Сейчас Дима преподает студентам-музыкантам в Государственном специализированном институте искусств. Пытался организовать кадровое агентство по трудоустройству инвалидов — опыт оказался неудачным, но многому его научил. Взяв кредит в банке, он открыл массажный салон. Мы вместе ведем этот бизнес. Быть незрячим управляющим гораздо сложнее, чем зрячим, но у нас получается. В будущем хотим развивать «слепой» массаж — в Европе это направление очень известно. Нашей дочке Каролине 9 лет. Она учится в гимназии и профессионально занимается танцами.

— Бывают сложности с тем, что у Каролины незрячие родители?

— Было время, когда она, совсем маленькая, кидала вещи. Снимет туфельку, кинет ее на пол, ты ползаешь и ищешь, а она смеется. Сейчас могу сказать, что мы вырастили ответственного ребенка. Я могу позвонить ей домой, попросить позаниматься или почитать и быть уверенной, что она это сделает. Когда мы вместе идем по улице и я задеваю за бордюр, она меня направляет. Конечно, она помогает нам, но мы стараемся, чтобы она чувствовала с нашей стороны опору и защиту. Незрячие родители могут многое из того, что делают зрячие — надо лишь правильно организовать процесс. Сейчас, когда в аквапарке мы забираемся на горку, первая вниз скатывается Каролина, потом скатываюсь я, и она меня внизу встречает. Когда дочка подросла, Дима вместе с ней встал на ролики и коньки. Правда, на роликах они катаются на Ленинских горах — там безопаснее, потому что людей мало.

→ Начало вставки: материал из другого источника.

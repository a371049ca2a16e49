import type { Plan } from "../plan/index.ts";
import type { Engine, Value } from "./engine.ts";
import type { MeasuredMetric } from "./measuredMetric.ts";
import { nanoText } from "./nano.ts";
import type { Score } from "./scores.ts";
import { type Dialect, double, pairsAtEnds, type Statement, sql } from "./sql/index.ts";
import type { UnitEnds } from "./types.ts";

type Scored = MeasuredMetric & { readonly score: Score | null };

const SIDES = ["smallest", "largest"] as const;

/** The units at the ends of each arm. The cells know the ends; the units are asked only for what is paired with them. */
export async function endsOfArms(
  plan: Plan,
  metrics: readonly Scored[],
  engine: Engine,
  dialect: Dialect,
): Promise<(UnitEnds | null)[][]> {
  const asked = metrics.flatMap((one, m) => {
    const { paired, score, y } = one;
    if (paired === null) return [];
    const ends = plan.variants.flatMap((_, variant) =>
      SIDES.flatMap((side, end) => {
        const at = endOfArm(one, variant, side, dialect);
        return at === null ? [] : [{ variant, end, at }];
      }),
    );
    return ends.length === 0 ? [] : [{ m, pair: { key: score?.d ?? y.x, y: y.x, x: paired.x.x, ends } }];
  });
  const rows = asked.length === 0 ? [] : await engine.query(pairsAtEnds(asked.map(({ pair }) => pair)));
  const found = new Map(rows.map((row) => [`${row.part}/${row.variant}/${row.end_of}`, row]));
  return metrics.map((one, m) => {
    const part = asked.findIndex((pair) => pair.m === m);
    return plan.variants.map((_, v) => {
      const [smallest, largest] = SIDES.map((side, end) => {
        const row = found.get(`${part}/${v}/${end}`);
        if (row !== undefined) return pairOf(row.y ?? null, row.x ?? null);
        const value = extreme(one, v, side);
        return one.paired !== null || value === null ? null : { value, x: null };
      });
      return smallest == null || largest == null ? null : { smallest, largest };
    });
  });
}

/** Null in an arm without units, or without scores. */
function endOfArm(one: Scored, variant: number, side: (typeof SIDES)[number], dialect: Dialect): Statement | null {
  if (one.score !== null) {
    const { table } = one.score;
    const scores = table[side].filter((_, i) => table.variant[i] === variant);
    if (scores.length === 0) return null;
    return double(side === "smallest" ? Math.min(...scores) : Math.max(...scores));
  }
  const value = extreme(one, variant, side);
  return value === null ? null : sql`CAST(${nanoText(value)} AS ${dialect.sumType})`;
}

function extreme({ of }: MeasuredMetric, variant: number, side: (typeof SIDES)[number]): bigint | null {
  const values = of[side].filter((_, i) => of.variant[i] === variant);
  const further = (a: bigint, b: bigint) => (side === "smallest" ? b < a : b > a);
  return values.reduce<bigint | null>((end, value) => (end === null || further(end, value) ? value : end), null);
}

function pairOf(y: Value, x: Value): UnitEnds["smallest"] | null {
  const nano = (value: Value) => (typeof value === "object" && value !== null ? value.nano : null);
  const value = nano(y);
  return value === null ? null : { value, x: nano(x) };
}
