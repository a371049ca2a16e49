import { cellColumns, doubleColumns, type Groups, type PairColumns, pairColumns, someAtATime } from "./columns.ts";
import { count, type Engine, nano, whole, wholeOrNull } from "./engine.ts";
import { nanoText } from "./nano.ts";
import { type PowerClass, pivotAndScale } from "./pivot.ts";
import {
  cells,
  classes,
  type Dialect,
  decimalValue,
  jointCells,
  type Measured,
  type Over,
  type Statement,
} from "./sql/index.ts";
import type { CellTable, JointTable, ScoreTable } from "./types.ts";

/** From values over units to tables of exact sums. */

export interface DecimalMeasure {
  readonly x: Statement;
  readonly pivot: string;
  readonly scale: number;
  readonly value: Measured;
  /** How many values lie in each power-of-two class of |x|. */
  readonly classes: readonly PowerClass[];
}

/** What each value is measured against, from the units of a table. */
export async function decimalMeasures(
  values: readonly Statement[],
  from: Statement,
  engine: Engine,
  dialect: Dialect,
): Promise<DecimalMeasure[]> {
  if (values.length === 0) return [];
  const rows = await engine.query(classes(values, from, dialect));
  return values.map((x, part) => {
    const ofPart = rows
      .filter((row) => Number(row.part) === part)
      .map((row) => ({
        powerOfTwo: wholeOrNull(row, "class") === null ? null : count(row, "class"),
        n: whole(row, "n"),
        total: nano(row, "total"),
        least: nano(row, "least"),
        most: nano(row, "most"),
      }));
    const { pivot, scale } = pivotAndScale(ofPart);
    return measured(x, nanoText(pivot), scale, ofPart, dialect);
  });
}

/** A value measured against a pivot and a scale that are known. */
export const measured = (
  x: Statement,
  pivot: string,
  scale: number,
  classes: readonly PowerClass[],
  dialect: Dialect,
): DecimalMeasure => ({ x, pivot, scale, value: decimalValue(x, pivot, scale, dialect), classes });

/** A value and the rows and groups over which it is summed. */
export interface SummedMeasure {
  readonly measure: DecimalMeasure;
  readonly over: Over;
}

export async function decimalTables(summed: readonly SummedMeasure[], engine: Engine): Promise<CellTable[]> {
  const tables = await groupedTables(summed, engine);
  return tables.map(([first]) => present(first));
}

/** The same in every grouping: one list a value, first that by bucket. */
export async function groupedTables(summed: readonly SummedMeasure[], engine: Engine): Promise<CellTable[][]> {
  const asked = summed.map(({ measure, over }) => ({ value: measure.value, over }));
  const found = await someAtATime(asked, (some) => engine.columns(cells(some)), cellColumns);
  return summed.map(({ measure: { pivot, scale }, over }, i) =>
    groupingsOf(over).map((g) => ({ pivot, scale, ...present(found[i])(g) })),
  );
}

/** Of doubles measured against 0. */
export async function doubleTables(
  summed: readonly { readonly value: Measured; readonly scale: number; readonly over: Over }[],
  engine: Engine,
): Promise<ScoreTable[]> {
  const found = await someAtATime(summed, (some) => engine.columns(cells(some)), doubleColumns);
  return summed.map(({ scale }, i) => ({ scale, ...present(found[i])(0) }));
}

const groupingsOf = ({ others = [] }: Over): number[] => [0, ...others.map((_, g) => g + 1)];

/** Two values and their cells in the same groups. A unit without y has no x either. */
export interface MeasuredPair {
  readonly y: DecimalMeasure;
  readonly x: DecimalMeasure;
  readonly over: Over;
  readonly ofY: CellTable;
  readonly ofX: CellTable;
}

/** The same with their cells in every grouping. */
export interface GroupedPair extends Omit<MeasuredPair, "ofY" | "ofX"> {
  readonly ofY: readonly CellTable[];
  readonly ofX: readonly CellTable[];
}

export async function jointTables(
  pairs: readonly MeasuredPair[],
  engine: Engine,
  dialect: Dialect,
): Promise<JointTable[]> {
  const grouped = pairs.map((pair) => ({ ...pair, ofY: [pair.ofY], ofX: [pair.ofX] }));
  const tables = await groupedJointTables(grouped, engine, dialect);
  return tables.map(([first]) => present(first));
}

/** What the cells of y and of x say already is taken from them: new are the products, and y over the units that have x. */
export async function groupedJointTables(
  pairs: readonly GroupedPair[],
  engine: Engine,
  dialect: Dialect,
): Promise<JointTable[][]> {
  const asked = pairs.map(({ y, x, over, ofY: [ofY], ofX: [ofX] }) => ({
    pair: { y: y.value, x: x.value, isPartial: sum(present(ofY).n) !== sum(present(ofX).n) },
    over,
  }));
  const found = await someAtATime(asked, (some) => engine.columns(jointCells(some, dialect)), pairColumns);
  return pairs.map((pair, i) =>
    groupingsOf(pair.over).map((g) => {
      const [ofY, ofX] = [present(pair.ofY[g]), present(pair.ofX[g])];
      return jointTable({ ...pair, ofY, ofX }, present(found[i])(g), asked[i]?.pair.isPartial ?? false);
    }),
  );
}

function jointTable({ y, x, ofY, ofX }: MeasuredPair, own: PairColumns, isPartial: boolean): JointTable {
  const [rowsOfY, rowsOfX] = [rowsOf(ofY, own), rowsOf(ofX, own)];
  const inY = (whole: readonly bigint[], column: readonly bigint[]) =>
    isPartial ? whole : rowsOfY.map((row) => part(column, row));
  const inX = (column: readonly bigint[]) => rowsOfX.map((row) => part(column, row));
  return {
    pivots: [y.pivot, x.pivot],
    scales: [y.scale, x.scale],
    variant: own.variant,
    bucket: own.bucket,
    n: own.n,
    high10: inY(own.high10, ofY.high1),
    high01: inX(ofX.high1),
    high20: inY(own.high20, ofY.high2),
    high11: own.high11,
    high02: inX(ofX.high2),
    low10: inY(own.low10, ofY.low1),
    low01: inX(ofX.low1),
    low20: inY(own.low20, ofY.low2),
    low11: own.low11,
    low02: inX(ofX.low2),
    totalY: inY(own.totalY, ofY.total),
    totalX: inX(ofX.total),
  };
}

/** Where a table has each of some groups; both stand in order of variant and bucket. */
function rowsOf(table: CellTable, groups: Groups): number[] {
  let row = 0;
  return groups.variant.map((variant, i) => {
    const bucket = groups.bucket[i];
    while (row < table.n.length && !(table.variant[row] === variant && table.bucket[row] === bucket)) row += 1;
    if (row === table.n.length) throw new Error(`a pair in group ${variant}/${bucket}, where its value has none`);
    return row;
  });
}

function part<T>(column: readonly T[], place: number): T {
  const value = column[place];
  if (value === undefined) throw new Error(`no row ${place} in a column of ${column.length}`);
  return value;
}

function present<T>(table: T | undefined): T {
  if (table === undefined) throw new Error("a grouping without its table");
  return table;
}

const sum = (counts: readonly number[]): number => counts.reduce((all, n) => all + n, 0);
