import type { Plan } from "../plan/index.ts";
import { capValues } from "./caps.ts";
import { choiceCells } from "./choices.ts";
import { endsOfArms } from "./ends.ts";
import { count, type Engine, type Row } from "./engine.ts";
import type { Layout } from "./layout.ts";
import { armsOfJoint, armsOfTable, type MeasuredMetric } from "./measuredMetric.ts";
import type { CountedRows } from "./metricLedger.ts";
import { scoreTables } from "./scores.ts";
import { sizeTables } from "./sizes.ts";
import { capped, type Dialect, EACH_BUCKET, leftOut, name, type Statement, sql } from "./sql/index.ts";
import { type DecimalMeasure, decimalMeasures, groupedJointTables, groupedTables } from "./tables.ts";
import type { CellTable, GroupCells, JointTable, MetricCells, MetricGroups } from "./types.ts";

/** A metric's values over a row of `candidates`. */
export interface MetricValue {
  /** Before the cap. */
  readonly plain: Statement;
  readonly cap: string | null;
  readonly value: Statement;
  readonly per: Statement | null;
  readonly covariate: Statement | null;
}

/** Stage 9: caps. */
export async function metricValues(
  plan: Plan,
  layout: Layout,
  engine: Engine,
  dialect: Dialect,
): Promise<MetricValue[]> {
  const of = (m: number, side: "of" | "per") =>
    name(`x${layout.parts.findIndex((part) => part.metric === m && part.side === side)}`);
  const plains = plan.metrics.map((_, m) => of(m, "of"));
  const caps = await capValues(plan.metrics, plains, engine);
  return plan.metrics.map((metric, m) => {
    const plain = of(m, "of");
    const cap = caps[m] ?? null;
    return {
      plain,
      cap,
      value: capped(plain, cap, dialect),
      per: metric.per === null ? null : of(m, "per"),
      covariate: metric.adjustFor === null ? null : name(`z${m}`),
    };
  });
}

/**
 * Stages 10 and 11: pivots, scales and cells; then the ratios' scores and theirs, and the same under other choices.
 * @param counted the rows that each metric counts
 * @param groupings by which else than buckets the units are summed, over a row of `candidates`
 */
export async function metricCells(
  plan: Plan,
  values: readonly MetricValue[],
  groupings: Groupings,
  counted: readonly CountedRows[],
  engine: Engine,
  dialect: Dialect,
): Promise<{ readonly metrics: MetricCells[]; readonly groups: Omit<MetricGroups, "sinceEnrolment">[] }> {
  // A covariate counts over the units that have a value too.
  const paired = values.map(({ per, covariate, value }) =>
    covariate === null ? per : sql`CASE WHEN ${value} IS NOT NULL THEN ${covariate} END`,
  );
  const partners = paired.flatMap((x, m) => (x === null ? [] : [{ m, x }]));
  const all = [...values.map(({ value }) => value), ...partners.map(({ x }) => x)];
  const measures = await decimalMeasures(all, sql`units`, engine, dialect);
  const over = { ...EACH_BUCKET, others: [...(groupings.day === null ? [] : [groupings.day]), ...groupings.levels] };
  const grouped = await groupedTables(
    measures.map((measure) => ({ measure, over })),
    engine,
  );
  const tables = grouped.map((all) => tableOf(all, 0));
  const pairs = partners.map(({ m }, i) => ({
    y: measureOf(measures, m),
    x: measureOf(measures, values.length + i),
    over,
    ofY: grouped[m] ?? [],
    ofX: grouped[values.length + i] ?? [],
  }));
  const groupedJoints = await groupedJointTables(pairs, engine, dialect);
  const joints = groupedJoints.map(([byBucket]) => byBucket);
  const ratios = values.flatMap(({ value, per }, m) => (per === null ? [] : [{ m, a: value, b: per }]));
  const scores = await scoreTables(plan, ratios, engine, dialect);
  const measured = plan.metrics.map((metric, m): MeasuredMetric => {
    const partner = partners.findIndex((one) => one.m === m);
    const [pair, joint] = [pairs[partner], joints[partner]];
    const of = tableOf(tables, m);
    return {
      metric,
      plain: values[m]?.plain ?? sql`NULL`,
      cap: values[m]?.cap ?? null,
      y: measureOf(measures, m),
      of,
      arms: armsOfTable(of),
      paired:
        pair === undefined || joint === undefined
          ? null
          : { x: pair.x, of: tableOf(pair.ofX, 0), joint, arms: armsOfJoint(joint) },
    };
  });
  const choices = await choiceCells(plan, measured, engine, dialect);
  const ends = await endsOfArms(
    plan,
    measured.map((one, m) => ({ ...one, score: scores[ratios.findIndex((ratio) => ratio.m === m)] ?? null })),
    engine,
    dialect,
  );
  const plain = values.map((value) => value.plain);
  const out = await engine.query(
    leftOut(
      plain,
      values.map(({ cap }) => cap),
      dialect,
    ),
  );
  const shaped = plan.metrics.flatMap(({ summary }, m) => (summary === "proportion" ? [] : [m]));
  const sizes = await sizeTables(
    shaped.map((m) => values[m]?.value ?? sql`NULL`),
    engine,
    dialect,
  );

  const groups = plan.metrics.map((metric, m) => {
    const partner = partners.findIndex((one) => one.m === m);
    const own = metric.summary === "quantile" ? [] : groupsOf(grouped[m] ?? [], groupedJoints[partner] ?? null);
    const [byDay = null] = groupings.day === null ? [] : own;
    return { metric: metric.name, byDay, byLevel: own.slice(groupings.day === null ? 0 : 1) };
  });
  const metrics = plan.metrics.map((metric, m) => {
    const partner = partners.findIndex((one) => one.m === m);
    const x = tables[values.length + partner];
    const joint = joints[partner];
    const score = scores[ratios.findIndex((ratio) => ratio.m === m)]?.table;
    const hasPartner = partner >= 0 && x !== undefined && joint !== undefined;
    const cap = values[m]?.cap ?? null;
    return {
      metric: metric.name,
      leftOut: byVariant(plan, out, `none${m}`),
      notZero: byVariant(plan, out, `some${m}`),
      countedRows: counted[m]?.rows ?? 0,
      countedWithoutNumber: counted[m]?.withoutNumber ?? 0,
      cap: cap === null ? null : { value: cap, units: byVariant(plan, out, `over${m}`) },
      of: tableOf(tables, m),
      ratio: hasPartner && score !== undefined ? { per: x, score, joint } : null,
      covariate: hasPartner && metric.adjustFor !== null ? { x, joint } : null,
      sizes: sizes[shaped.indexOf(m)] ?? null,
      choices: choices[m] ?? [],
      ends: ends[m] ?? [],
    };
  });
  return { metrics, groups };
}

/** What divides the analysed units, over a row of `candidates`: the day of enrolment, where there is time, and levels. */
export interface Groupings {
  readonly day: Statement | null;
  readonly levels: readonly Statement[];
}

/** All groupings but that by bucket. */
function groupsOf(tables: readonly CellTable[], joints: readonly JointTable[] | null): GroupCells[] {
  return tables.slice(1).map((of, g) => ({ of, joint: joints?.[g + 1] ?? null }));
}

function tableOf(tables: readonly CellTable[], m: number): CellTable {
  const table = tables[m];
  if (table === undefined) throw new Error(`no cells for metric ${m} of ${tables.length}`);
  return table;
}

function measureOf(measures: readonly DecimalMeasure[], at: number): DecimalMeasure {
  const measure = measures[at];
  if (measure === undefined) throw new Error(`no measure ${at} of ${measures.length}`);
  return measure;
}

function byVariant(plan: Plan, rows: readonly Row[], column: string): number[] {
  return plan.variants.map((_, v) => {
    const row = rows.find((found) => Number(found.variant) === v);
    return row === undefined ? 0 : count(row, column);
  });
}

— Чего вы ждете от будущего? 

— Мне кажется, в нашей жизни наступило время отдавать. Дима сейчас занимается дайвингом и хочет получить лицензию, чтобы искать останки солдат войны в реках и озерах. Зрячие водолазы теряются в темноте на илистом дне, а незрячие чувствовали бы себя в этой обстановке более уверенно. Я мечтаю открыть клуб развития для незрячих и слабовидящих детей. Хочу быть его директором и проводить практические занятия. Еще одна мечта — работать учителем истории в школе для слабовидящих. Почему-то директора таких школ предпочитают брать на работу зрячих преподавателей, думая, что с ними меньше проблем. Но мы, инвалиды по зрению, сейчас очень адаптированы благодаря современным гаджетам и компьютерным программам. Например, у меня в смартфоне есть приложение, озвучивающее все тексты на экране. Я могу перевести деньги в банке, заплатить за телефон и многое другое. Современные компьютерные программы позволяют озвучивать любые тексты. У нас сейчас нет проблем с чтением книг. Мы, как и все, пользуемся Интернетом, имеем аккаунты в социальных сетях, ходим в кино и театры. Мне обидно, что к незрячим детям приходят люди, которые всего этого не знают. А я могла бы передать им свой опыт. Главное, что я постаралась бы до них донести, — не надо замыкаться в слепоте. Кроме зрения у тебя есть многое другое. Просто воспользуйся своими возможностями. А там как получится. На своем примере могу сказать — чаще всего получается.